11th December 2017, 3 min read

No, a supercomputer won´t make your code run faster

I sometimes consult with bright colleagues from other departments who do advanced statistical models or simulations. They are from economics, psychology, and so forth. Quite often, their code is slow. As in “it takes weeks to run”. That’s not good.

Given the glacial pace of academic research, you might think that such long delays are nothing to worry about. However, my colleagues are often rightfully concerned. If it takes weeks for you to get the results back, you can only iterate over your ideas a few times a year. This limits drastically how deeply you can investigate issues.

These poor folks are often sent my way. In an ideal world, they would have a budget so that their code can be redesigned for speed… but most research is not well funded. They are often stuck with whatever they put together.

Too often they hope that I have a powerful machine that can run their code much faster. I do have a few fast machines, but it is often not as helpful as they expect.

Powerful computers tend to be really good at parallelism. Maybe counter-intuitively, these same computers can run non-parallel code slower than your ordinary PC. So dumping your code on a supercomputer can even make things slower!
In theory, you would think that software could be “automatically” parallelized so that it can run fast on supercomputers. Sadly, I cannot think of many examples where the software automatically tries to run using all available silicon on your CPU. Programmers still need to tell the code to run in parallel (though, often, it is quite simple). Some software libraries are clever and do this work for you… but if you wrote your code without care for performance, it is likely you did not select these clever libraries.- If you just grabbed code off the Internet, and you do not fully understand what is going on… or you don’t know anything about software performance… it is quite possible that a little bit of engineering can make the code run 10, 100 or 1000 times faster. So messing with a supercomputer could be entirely optional. It probably is.

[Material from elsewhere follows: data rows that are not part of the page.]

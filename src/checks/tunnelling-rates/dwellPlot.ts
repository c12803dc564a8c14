import type { TraceDataset } from "../../ingest/types.ts";
import { exp } from "../../math/index.ts";
import type { PlotSpec, Series } from "../plotSpec.ts";
import type { JumpRate } from "./tunnellingRates.ts";

/** Points per state on the survival curve: enough to see a bend, few enough to read. */
const POINTS = 30;

/**
 * The fraction of complete stays in each state that last longer than t, on a
 * logarithmic axis, beside e^{−Γ_x t} with Γ_x the estimated total rate out of
 * x. For a Markovian conductor a stay in x ends at the constant rate Γ_x, so
 * its length is exponential (the memoryless property: Norris, Markov Chains,
 * 1997, Thm 2.3.3; from memory) and the markers follow the line; a bend shows
 * missed short stays (too few at small t) or a hidden state (a second slope),
 * the ways a real detector record departs from the assumption behind the rates.
 */
export function dwellSurvivalPlot(d: Pick<TraceDataset, "states">, rates: JumpRate[]): PlotSpec | null {
  const series: Series[] = [];
  for (const s of d.states) {
    const stays = [...s.dwells].sort((a, b) => a - b);
    const out = rates.filter((r) => r.from === s.label).reduce((a, r) => a + r.rate, 0);
    if (stays.length < 2 || !(out > 0)) continue;
    // Up to the stay that 1 % outlast: beyond it the fraction rests on a handful of stays.
    const end = stays[Math.floor(0.99 * (stays.length - 1))];
    if (!(end > 0)) continue;
    const t = Array.from({ length: POINTS }, (_, k) => (end * k) / (POINTS - 1));
    const longer = t.map((x) => stays.length - upperBound(stays, x));
    series.push({ type: "points", name: `stays in state ${s.label}`, x: t, y: longer.map((n) => n / stays.length) });
    series.push({ type: "line", name: `e^(−Γ t), Γ = total rate out of ${s.label}`, x: t, y: t.map((x) => exp(-out * x)), style: "dashed" });
  }
  if (series.length === 0) return null;
  return {
    id: "dwell-survival",
    title: "How long the conductor stays in each state",
    alt: "For each state, the fraction of complete stays longer than t (markers, logarithmic axis) and the exponential e^(−Γ t) that a Markovian conductor with the estimated total rate Γ out of that state gives (dashed). Markers on the line support the rates; a bend at short t points to missed short stays, a second slope to a state the detector does not see.",
    x: { label: "Time in the state t", unit: "s" },
    y: { label: "Fraction of stays longer than t", scale: "log" },
    series,
  };
}

/** Number of entries of the sorted `values` that are ≤ x. */
function upperBound(values: number[], x: number): number {
  let lo = 0;
  let hi = values.length;
  while (lo < hi) {
    const mid = (lo + hi) >>> 1;
    if (values[mid] <= x) lo = mid + 1;
    else hi = mid;
  }
  return lo;
}
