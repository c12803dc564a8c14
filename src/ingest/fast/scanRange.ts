import fs from "node:fs";
import type { Hash } from "node:crypto";
import { MAX_LINE_CHARS } from "../readCsv.ts";
import { ChunkBuilder, longLine, newScanState, scanLines, type RowChunk, type ScanLayout, type ScanState } from "./scanLines.ts";

/** Bytes read at a time: large enough for system calls not to matter, small enough for the cache. */
export const BLOCK_BYTES = 4 << 20;
/** Rows a sink receives at a time. */
export const CHUNK_ROWS = 1 << 16;

const NL = 10;

/**
 * Scan bytes [start, end) of a file, a range that begins at a line start, block
 * by block, handing full chunks of rows to `sink`. Each block is cut after its
 * last newline (the rest is carried into the next block) so the scanner only
 * ever sees whole lines; a last line without a newline is closed with one.
 * Optionally feeds every byte read into `hash` and reports bytes read.
 */
export function scanFileRange(
  fd: number,
  start: number,
  end: number,
  layout: ScanLayout,
  sink: (chunk: RowChunk) => void,
  options: { hash?: Hash; onBytes?: (bytes: number) => void } = {},
): ScanState {
  const state = newScanState();
  const chunk = new ChunkBuilder(layout.slotNames.length, CHUNK_ROWS);
  const flush = () => {
    if (chunk.rows > 0) sink(chunk.view());
    chunk.rows = 0;
  };
  let buffer = Buffer.allocUnsafe(BLOCK_BYTES + 2);
  let carry = 0; // bytes of an incomplete line kept at the buffer's start
  let offset = start;
  while (offset < end && state.structural === null && state.refusal === null) {
    if (carry + BLOCK_BYTES + 2 > buffer.length) {
      const grown = Buffer.allocUnsafe(carry + BLOCK_BYTES + 2);
      buffer.copy(grown, 0, 0, carry);
      buffer = grown;
    }
    const got = fs.readSync(fd, buffer, carry, Math.min(BLOCK_BYTES, end - offset), offset);
    if (got === 0) break;
    options.hash?.update(buffer.subarray(carry, carry + got));
    offset += got;
    const base = offset - got - carry; // file offset of the buffer's first byte
    let filled = carry + got;
    const final = offset >= end;
    let cut: number;
    if (final) {
      if (buffer[filled - 1] !== NL) {
        // Close the last line the way the others end (the spare bytes allocated above).
        if (layout.crlf && buffer[filled - 1] !== 13) buffer[filled++] = 13;
        buffer[filled++] = NL;
      }
      cut = filled;
    } else cut = buffer.lastIndexOf(NL, filled - 1) + 1;
    if (cut > 0) scanLines(buffer, 0, cut, layout, state, chunk, flush);
    options.onBytes?.(got);
    carry = filled - cut;
    // The reference reader's limit (numeric lines are ASCII, so characters are bytes); it words the refusal.
    if (state.structural !== null || state.refusal !== null) state.stoppedAt += base; // as a file offset
    else if (carry > MAX_LINE_CHARS) state.refusal = { line: state.line + 1, message: longLine(layout) };
    else if (carry > 0) buffer.copy(buffer, 0, cut, filled);
  }
  flush();
  return state;
}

More than a few times, by changing just a single dependency, or just a single function, I have been able to switch someone’s code from “too slow” to “really fast”.

How should you proceed?

I recommend making back-of-the-envelope computations. A processor can do billions of operations a second. How many operations are you doing, roughly? If you are doing a billion simple operations (like a billion multiplications) and it takes minutes, days or weeks, something is wrong and you can do much better.

If you genuinely require millions of billions of operations, then you might need a supercomputer.

Estimates are important. A student of mine once complained about running out of memory. I stupidly paid for much more RAM. Yet all I had to do to establish that the machine was not at fault was to compare the student code with a standard example found online. The example was much, much faster than the student’s code running on the same machine, and yet the example did much more work with not much more code. That was enough to establish the problem: I encouraged the student to look at the example code.

You often do not need fancy tools to make code run faster. Once you have determined that you could run your algorithm faster, you can often inspect the code and determine at a glance where most of the work is being done. Then you can search for alternatives libraries, or just think about different ways to do the work.

In one project, my colleague’s code was generating many random integers, and this was a bottleneck since random number generation is slow in Python by default, so I just proposed a faster random number generation written in C. (See my blog post Ranged random-number generation is slow in Python… for details.) Most times, I do not need to work so hard, I just need to propose trying a different software library.

If you do need help finding out the source of the problem, there are nifty tools like line-by-line profilers in Python. There are also profilers in R.

My main insight is that most people do not need supercomputers. Some estimates and common sense are often enough to get code running much faster.